- Saved entries
/// Every sample's run time, as an engine hands it over.
#[derive(Default)]
struct Times(Vec<f64>);

impl Sink for Times {
    fn sample(&mut self, s: &Sample) -> std::io::Result<()> {
        self.0.push(s.t_s);
        Ok(())
    }
    fn event(&mut self, _: &Event) -> std::io::Result<()> {
        Ok(())
    }
}

fn prepare_text(dir: &std::path::Path, name: &str, text: &str) -> Prepared {
    let path = dir.join(name);
    std::fs::write(&path, text).unwrap();
    packbench::session::prepare::prepare(&RunRequest {
        procedure: path,
        pack_id: "STALL-1".into(),
        pack: PackSource::Given(small_pack()),
        results: dir.join("results"),
        options: Default::default(),
    })
    .unwrap()
}

/// A 4S 2 Ah li-ion pack (the link tests' pack).
fn small_pack() -> model::pack::PackSpec {
    model::pack::PackSpec {
        chemistry: model::pack::Chemistry::LiIon,
        series: 4,
        rated_capacity_ah: 2.0,
        rated_energy_wh: None,
        rated_rate_c: None,
        rated_resistance_mohm: None,
    }
}

const DISCHARGE: &str = r#"
title = "1C discharge to the cutoff (storage tests)"
[envelope]
voltage_max = "4.25V/cell"
voltage_min = "2.80V/cell"
current_max = "1.2C"
temperature_max = "55degC"
step_time_max = "2h"
[sampling]
every = "1s"
[[phase]]
name = "measure"
  [[phase.step]]
  kind = "discharge"
  current = "1C"
  ends = ["voltage < 3.0V/cell", "time > 90min"]
"#;

const REST: &str = r#"
title = "A rest (storage tests)"
[envelope]
voltage_max = "4.25V/cell"
voltage_min = "2.80V/cell"
current_max = "1.2C"
temperature_max = "55degC"
[sampling]
every = "1s"
[[phase]]
name = "wait"
  [[phase.step]]
  kind = "rest"
  ends = ["time > 400s"]
"#;

async fn station(
    p: &Prepared,
    cfg: &SimConfig,
    clock: &Arc<dyn Clock>,
) -> (Station, sim::SimHandle) {
    let links = sim::build(&p.pack, cfg, Arc::clone(clock));
    let h = links.handle.clone();
    let st = Station::new(
        Source::connect(links.source, Profile::builtin(ProfileRole::Source))
            .await
            .unwrap(),
        Load::connect(links.load, Profile::builtin(ProfileRole::Load))
            .await
            .unwrap(),
    );
    (st, h)
}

- Work order
A verbatim copy of every entry is required.

- Solved exercise
/// Every sample's run time, as an engine hands it over.
#[derive(Default)]
struct Times(Vec<f64>);

impl Sink for Times {
    fn sample(&mut self, s: &Sample) -> std::io::Result<()> {
        self.0.push(s.t_s);
        Ok(())
    }
    fn event(&mut self, _: &Event) -> std::io::Result<()> {
        Ok(())
    }
}

fn prepare_text(dir: &std::path::Path, name: &str, text: &str) -> Prepared {
    let path = dir.join(name);
    std::fs::write(&path, text).unwrap();
    packbench::session::prepare::prepare(&RunRequest {
        procedure: path,
        pack_id: "STALL-1".into(),
        pack: PackSource::Given(small_pack()),
        results: dir.join("results"),
        options: Default::default(),
    })
    .unwrap()
}

/// A 4S 2 Ah li-ion pack (the link tests' pack).
fn small_pack() -> model::pack::PackSpec {
    model::pack::PackSpec {
        chemistry: model::pack::Chemistry::LiIon,
        series: 4,
        rated_capacity_ah: 2.0,
        rated_energy_wh: None,
        rated_rate_c: None,
        rated_resistance_mohm: None,
    }
}

const DISCHARGE: &str = r#"
title = "1C discharge to the cutoff (storage tests)"
[envelope]
voltage_max = "4.25V/cell"
voltage_min = "2.80V/cell"
current_max = "1.2C"
temperature_max = "55degC"
step_time_max = "2h"
[sampling]
every = "1s"
[[phase]]
name = "measure"
  [[phase.step]]
  kind = "discharge"
  current = "1C"
  ends = ["voltage < 3.0V/cell", "time > 90min"]
"#;

const REST: &str = r#"
title = "A rest (storage tests)"
[envelope]
voltage_max = "4.25V/cell"
voltage_min = "2.80V/cell"
current_max = "1.2C"
temperature_max = "55degC"
[sampling]
every = "1s"
[[phase]]
name = "wait"
  [[phase.step]]
  kind = "rest"
  ends = ["time > 400s"]
"#;

async fn station(
    p: &Prepared,
    cfg: &SimConfig,
    clock: &Arc<dyn Clock>,
) -> (Station, sim::SimHandle) {
    let links = sim::build(&p.pack, cfg, Arc::clone(clock));
    let h = links.handle.clone();
    let st = Station::new(
        Source::connect(links.source, Profile::builtin(ProfileRole::Source))
            .await
            .unwrap(),
        Load::connect(links.load, Profile::builtin(ProfileRole::Load))
            .await
            .unwrap(),
    );
    (st, h)
}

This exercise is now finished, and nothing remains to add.